Useless Art: An adventure in self-hosting open AI models using Elixir
Generative AI! Generative AI! Generative AI!
Seems to be top-of-mind for nearly every (tech) person at this point. While most deployments in the wild boil down to calling an API from one of the big players, I was curious to see what it would take to build application around self-hosted open-source open-weight AI models. There’s been an absolute proliferation of open models under permissive licenses thanks to the likes of Meta, Mistral AI, Stability AI, and others. And the gap between open and closed models seems to be closing at a rapid pace.
This is where my new project Useless Art comes in!
The premise behind Useless Art is pretty straightforward. Every day, we prompt a large language model to provide a list of interesting art ideas, then pass those ideas over to a diffusion model that then generates the images. The images are then displayed on the page. While simple in concept, this allows me to experiment with hosting two types of generative models, LLMs and Diffusion models.
The first step was to decide which models I wanted to use and build a prototype. I used the handy “smart” cell feature of Livebook which has integrations for different ML tasks to test the capabilities of Stable Diffusion 1.4.
I already had in mind the Phi3 model from Microsoft as it performs nearly as well as models with twice the number of parameters due to higher quality training data. I experimented with having the model generate prompts for the Stable Diffusion model using Ollama. After verifying that Phi3 was indeed able to readily generate interesting prompts and that the SD model was capable of producing images that match the captions, I had all the pieces in place.
I went with Elixir and Phoenix for building the web app as
- Elixir is my favorite programming language
- Phoenix is the best
- I’ve been wanting to try out Bumblebee
Since I was just going to be sticking with a CPU for inference, I knew I wouldn’t be able to generate these images on the fly so I decided to schedule image generation nightly using Oban. Elixir Nx, which Bumblebee sits on top of, uses XLA for its backend. EXLA, which packages XLA, was compiled for an old Linux machine I had handy with an i7 6700 and 32 GB of RAM. I’m assuming it’s configured to use the CPU’s SIMD extensions. Get the SD model to work with Bumblebee was super easy. There’s a high-level interface with a fully working example in the docs.
repository_id = "CompVis/stable-diffusion-v1-4"
{:ok, tokenizer} = Bumblebee.load_tokenizer({:hf, "openai/clip-vit-large-patch14"})
{:ok, clip} = Bumblebee.load_model({:hf, repository_id, subdir: "text_encoder"})

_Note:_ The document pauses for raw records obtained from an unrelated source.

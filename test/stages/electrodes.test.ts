// Stage kind `electrodes`: the scene keys resolve to the SI shapes of sim/fields/problem.ts
// (units converted by the quantity parser as value × scale: 1 mm = 1e-3 m, 1 deg = π/180 rad, SI definitions), and
// bad input names file:line:key path with the expected unit.

import { describe, expect, it } from 'vitest';
import { parseScene } from '../../sim/scene/load.js';
import { fieldProblemOf, trackingRefusal } from '../../sim/stages/registry.js';

const scene = (grid: string, electrodes: string, extra = '') => `
stages:
  - type: electrodes
    length: 20 mm
    grid: ${grid}
${extra}    electrodes:
${electrodes}
ions:
  - { mz: 100, count: 1 }
`;

const problem = (text: string) => fieldProblemOf(parseScene(text, 's.yaml').stages[0])!;
const err = (text: string) => { try { parseScene(text, 's.yaml'); } catch (e) { return (e as Error).message; } return 'no error'; };

const PLANAR = '{ symmetry: planar, spacing: 0.05 mm, half_width: 20 mm, reference_radius: 3 mm }';
const AXIAL = '{ symmetry: axial, spacing: 0.1 mm, radius: 10 mm, mirror: [z] }';
const SOLID = '{ symmetry: none, spacing: 0.25 mm, half_width: 12 mm, mirror: [x, y] }';

describe('electrodes stage: scene keys to SI shapes', () => {
  it('planar shapes: circle, rectangle, polygon, hyperbola; potential dc + rf × drive', () => {
    const p = problem(scene(PLANAR, `      - name: x-pair
        potential: { dc: 118 V, rf: 1 }
        shapes:
          - circle: { center: [8.52 mm, 0 mm], radius: 4.52 mm }
          - rectangle: { min: [-1 mm, 15 mm], max: [1 mm, 16 mm] }
          - polygon: { points: [[0 mm, -15 mm], [2 mm, -16 mm], [-2 mm, -16 mm]] }
          - hyperbola: { vertex: 4 mm, angle: 90 deg, truncate: 10 mm }`, '    rf: { amplitude: 830 V, frequency: 1.2 MHz }\n'));
    expect(p.grid).toEqual({ symmetry: 'planar', spacing: 5e-5, halfWidth: 0.02, length: 0.02, mirror: [], referenceRadius: 0.003 });
    const e = p.electrodes[0];
    expect(e.potential).toEqual({ dc: 118, rf: 1, aux: 0 });
    expect(e.shapes[0]).toEqual({ kind: 'circle', center: [0.00852, 0], radius: 0.00452 });
    expect(e.shapes[1]).toEqual({ kind: 'rectangle', min: [-0.001, 0.015], max: [0.001, 0.016] });
    expect(e.shapes[2]).toEqual({ kind: 'polygon', points: [[0, -0.015], [0.002, -0.016], [-0.002, -0.016]] });
    expect(e.shapes[3].kind).toBe('hyperbola');
    expect((e.shapes[3] as { angle: number }).angle).toBeCloseTo(Math.PI / 2, 15);
  });

  it('axial shapes: tube, disc with a hole, polygon in (r, z), ring and cap hyperboloids', () => {
    const p = problem(scene(AXIAL, `      - name: lens
        shapes:
          - tube: { inner_radius: 3 mm, outer_radius: 4 mm, from: 0 mm, to: 8 mm }
          - disc: { at: 10 mm, thickness: 1 mm, radius: 8 mm, hole: 1 mm }
          - polygon: { points: [[5 mm, 12 mm], [6 mm, 12 mm], [6 mm, 14 mm]] }
      - name: trap
        potential: { dc: -5 V }
        shapes:
          - hyperboloid: { sheet: ring, vertex: 7 mm, center: 10 mm, truncate: 9 mm }
          - hyperboloid: { sheet: cap, vertex: 5 mm, center: 10 mm, truncate: 9 mm, side: entrance, hole: 0.5 mm }`));
    expect(p.grid.mirror).toEqual(['z']);
    expect(p.electrodes[0].shapes).toEqual([
      { kind: 'tube', innerRadius: 0.003, outerRadius: 0.004, from: 0, to: 0.008 },
      { kind: 'disc', at: 0.01, thickness: 0.001, radius: 0.008, hole: 0.001 },
      { kind: 'polygon', points: [[0.005, 0.012], [0.006, 0.012], [0.006, 0.014]] },
    ]);
    expect(p.electrodes[1].shapes[1]).toEqual({ kind: 'hyperboloid', sheet: 'cap', vertex: 0.005, center: 0.01, truncate: 9 * 1e-3, side: -1, hole: 0.0005 });
    expect(p.electrodes[1].potential).toEqual({ dc: -5, rf: 0, aux: 0 });
  });

  it('a cap of side: both is the pair of caps about its centre; shift moves each out by its value, the shape kept', () => {
    // The pair: the entrance cap (side −1) then the exit cap (+1), each about centre ∓ shift, so
    // the apexes lie at centre ∓ (vertex + shift) (the inside test of problem.ts is about a cap's own centre).
    const p = problem(scene(AXIAL, `      - name: end caps
        shapes:
          - hyperboloid: { sheet: cap, vertex: 5 mm, center: 10 mm, truncate: 9 mm, side: both, shift: 0.5 mm, hole: 0.5 mm }`));
    const caps = p.electrodes[0].shapes as unknown as { center: number; side: number; vertex: number }[];
    expect(caps).toHaveLength(2);
    expect(caps.map((c) => c.side)).toEqual([-1, 1]);
    expect(caps[0].center).toBeCloseTo(0.0095, 15);
    expect(caps[1].center).toBeCloseTo(0.0105, 15);
    expect(caps.map((c) => c.vertex)).toEqual([0.005, 0.005]);
    const one = (shape: string) => err(scene(AXIAL, `      - name: a\n        shapes:\n          - ${shape}`));
    expect(one('hyperboloid: { sheet: ring, vertex: 7 mm, center: 10 mm, truncate: 9 mm, shift: 1 mm }')).toMatch(/^s\.yaml:9: stages\.0\.electrodes\.0\.shapes\.0\.hyperboloid\.shift: moves a cap out from the centre; a ring has none/);
    expect(one('hyperboloid: { sheet: cap, vertex: 5 mm, center: 10 mm, truncate: 9 mm, side: both, shift: 1 }')).toMatch(/hyperboloid\.shift: expects a length such as .* \(no unit\)/);
    expect(one('hyperboloid: { sheet: ring, vertex: 7 mm, center: 10 mm, truncate: 9 mm, side: both }')).toMatch(/hyperboloid\.side: both is for a cap sheet/);
  });

  it('3D shapes: cylinder (axis normalised), box, sphere, extrude, revolve; holes', () => {
    const p = problem(scene(SOLID, `      - name: plate
        shapes:
          - box: { min: [-12 mm, -12 mm, 0 mm], max: [12 mm, 12 mm, 1 mm] }
          - cylinder: { base: [5 mm, 0 mm, 0 mm], axis: [0, 0, 2], radius: 2 mm, from: 2 mm, to: 18 mm }
          - sphere: { center: [0 mm, 0 mm, 10 mm], radius: 1 mm }
          - extrude: { shape: { circle: { center: [0 mm, 8 mm], radius: 1 mm } }, from: 2 mm, to: 18 mm }
          - revolve: { shape: { tube: { inner_radius: 9 mm, outer_radius: 10 mm, from: 2 mm, to: 6 mm } } }
        holes:
          - cylinder: { radius: 3 mm, from: -1 mm, to: 2 mm }`));
    const s = p.electrodes[0].shapes;
    expect(s[1]).toEqual({ kind: 'cylinder', base: [0.005, 0, 0], axis: [0, 0, 1], radius: 0.002, from: 0.002, to: 18 * 1e-3 });
    expect(s[3]).toEqual({ kind: 'extrude', shape: { kind: 'circle', center: [0, 0.008], radius: 0.001 }, from: 0.002, to: 18 * 1e-3 });
    expect(s[4]).toEqual({ kind: 'revolve', shape: { kind: 'tube', innerRadius: 9 * 1e-3, outerRadius: 0.01, from: 0.002, to: 0.006 }, center: [0, 0] });
    expect(p.electrodes[0].holes[0]).toEqual({ kind: 'cylinder', base: [0, 0, 0], axis: [0, 0, 1], radius: 0.003, from: -0.001, to: 0.002 });
  });

  it('bad input: file:line: key path and what is expected', () => {
    const one = (shape: string, grid = PLANAR) => err(scene(grid, `      - name: a\n        shapes:\n          - ${shape}`));
    expect(one('circle: { center: [8 mm, 0 mm], radius: 4 }')).toMatch(/^s\.yaml:9: stages\.0\.electrodes\.0\.shapes\.0\.circle\.radius: expects a length such as .* \(no unit\)/);
    expect(one('circle: { center: [8 mm], radius: 4 mm }')).toMatch(/^s\.yaml:9: stages\.0\.electrodes\.0\.shapes\.0\.circle\.center: needs at least 2 entries/);
    expect(one('cirle: { radius: 4 mm }')).toMatch(/^s\.yaml:9: stages\.0\.electrodes\.0\.shapes\.0\.cirle: expects one of circle, .*did you mean 'circle'/);
    expect(one('tube: { inner_radius: 1 mm, outer_radius: 2 mm, from: 0 mm, to: 5 mm }')).toMatch(/shapes\.0\.tube: is not a shape of a planar grid; expected circle, rectangle, polygon or hyperbola/);
    expect(one('tube: { inner_radius: 3 mm, outer_radius: 2 mm, from: 0 mm, to: 5 mm }', AXIAL)).toMatch(/^s\.yaml:9: stages\.0\.electrodes\.0\.shapes\.0\.tube\.outer_radius: must exceed inner_radius/);
    expect(err(scene('{ symmetry: axial, spacing: 0.1 mm }', '      - { name: a, shapes: [ { disc: { at: 1 mm, thickness: 1 mm, radius: 2 mm } } ] }'))).toMatch(/^s\.yaml:\d+: stages\.0\.grid\.radius: is required for symmetry axial/);
    expect(err(scene('{ symmetry: planar, spacing: 0.05 mm, half_width: 20 mm }', '      - { name: a, shapes: [ { circle: { center: [8 mm, 0 mm], radius: 1 mm } } ] }'))).toMatch(/grid\.reference_radius: is required for symmetry planar/);
    expect(err(scene(PLANAR, '      - { name: a, potential: { rf: 1 }, shapes: [ { circle: { center: [8 mm, 0 mm], radius: 1 mm } } ] }'))).toMatch(/electrodes\.0\.potential\.rf: drives this electrode with the stage RF, but the stage has no rf block/);
    expect(err(scene(PLANAR, '      - { name: a, shapes: [ { circle: { center: [8 mm, 0 mm], radius: 1 mm } } ] }\n      - { name: a, shapes: [ { circle: { center: [-8 mm, 0 mm], radius: 1 mm } } ] }'))).toMatch(/^s\.yaml:8: stages\.0\.electrodes\.1\.name: 'a' names two electrodes/);
  });

  it('ions can be tracked through it: no kind refuses tracking any more', () => {
    const s = parseScene(scene(PLANAR, '      - { name: a, shapes: [ { circle: { center: [8 mm, 0 mm], radius: 1 mm } } ] }'), 's.yaml');
    expect(trackingRefusal(s.stages)).toBeUndefined();
    const q = parseScene('stages:\n  - { type: quadrupole, length: 150 mm, r0: 4 mm, rf: { amplitude: 832 V, frequency: 1.2 MHz } }\nions:\n  - { mz: 502, count: 1 }\n', 'q.yaml');
    expect(trackingRefusal(q.stages)).toBeUndefined();
  });
});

{:ok, unet} = Bumblebee.load_model({:hf, repository_id, subdir: "unet"})
{:ok, vae} = Bumblebee.load_model({:hf, repository_id, subdir: "vae"}, architecture: :decoder)
{:ok, scheduler} = Bumblebee.load_scheduler({:hf, repository_id, subdir: "scheduler"})
{:ok, featurizer} = Bumblebee.load_featurizer({:hf, repository_id, subdir: "feature_extractor"})
{:ok, safety_checker} = Bumblebee.load_model({:hf, repository_id, subdir: "safety_checker"})
serving =
Bumblebee.Diffusion.StableDiffusion.text_to_image(clip, unet, vae, tokenizer, scheduler,
num_steps: 20,
num_images_per_prompt: 2,
safety_checker: safety_checker,
safety_checker_featurizer: featurizer,
compile: [batch_size: 1, sequence_length: 60],
defn_options: [compiler: EXLA]
)
prompt = "numbat in forest, detailed, digital art"
Nx.Serving.run(serving, prompt)
Testing this on my machine shows maximal utilization of the CPU, with all cores at almost 100% utilization.
I did try running the Phi3 model with Bumblebee, however in comparison with Ollama, the quality of the output was much lower and performance was quite poor, so I stuck with leveraging Ollama’s API. However, in the future, this could be moved to Bumblebee as things continue to improve.
Putting this all together, we have a Phoenix web app that uses Phi3 and Stable Diffusion to regularly generate art. It took less than a day to put the entire app together as the Elixir ML tooling is quite excellent. Obviously this nowhere near as straightforward as calling an API from an AI company which might even be more economical in certain cases given infrastructure costs but there’s a ton of great tooling out there to make hosting open models very feasible.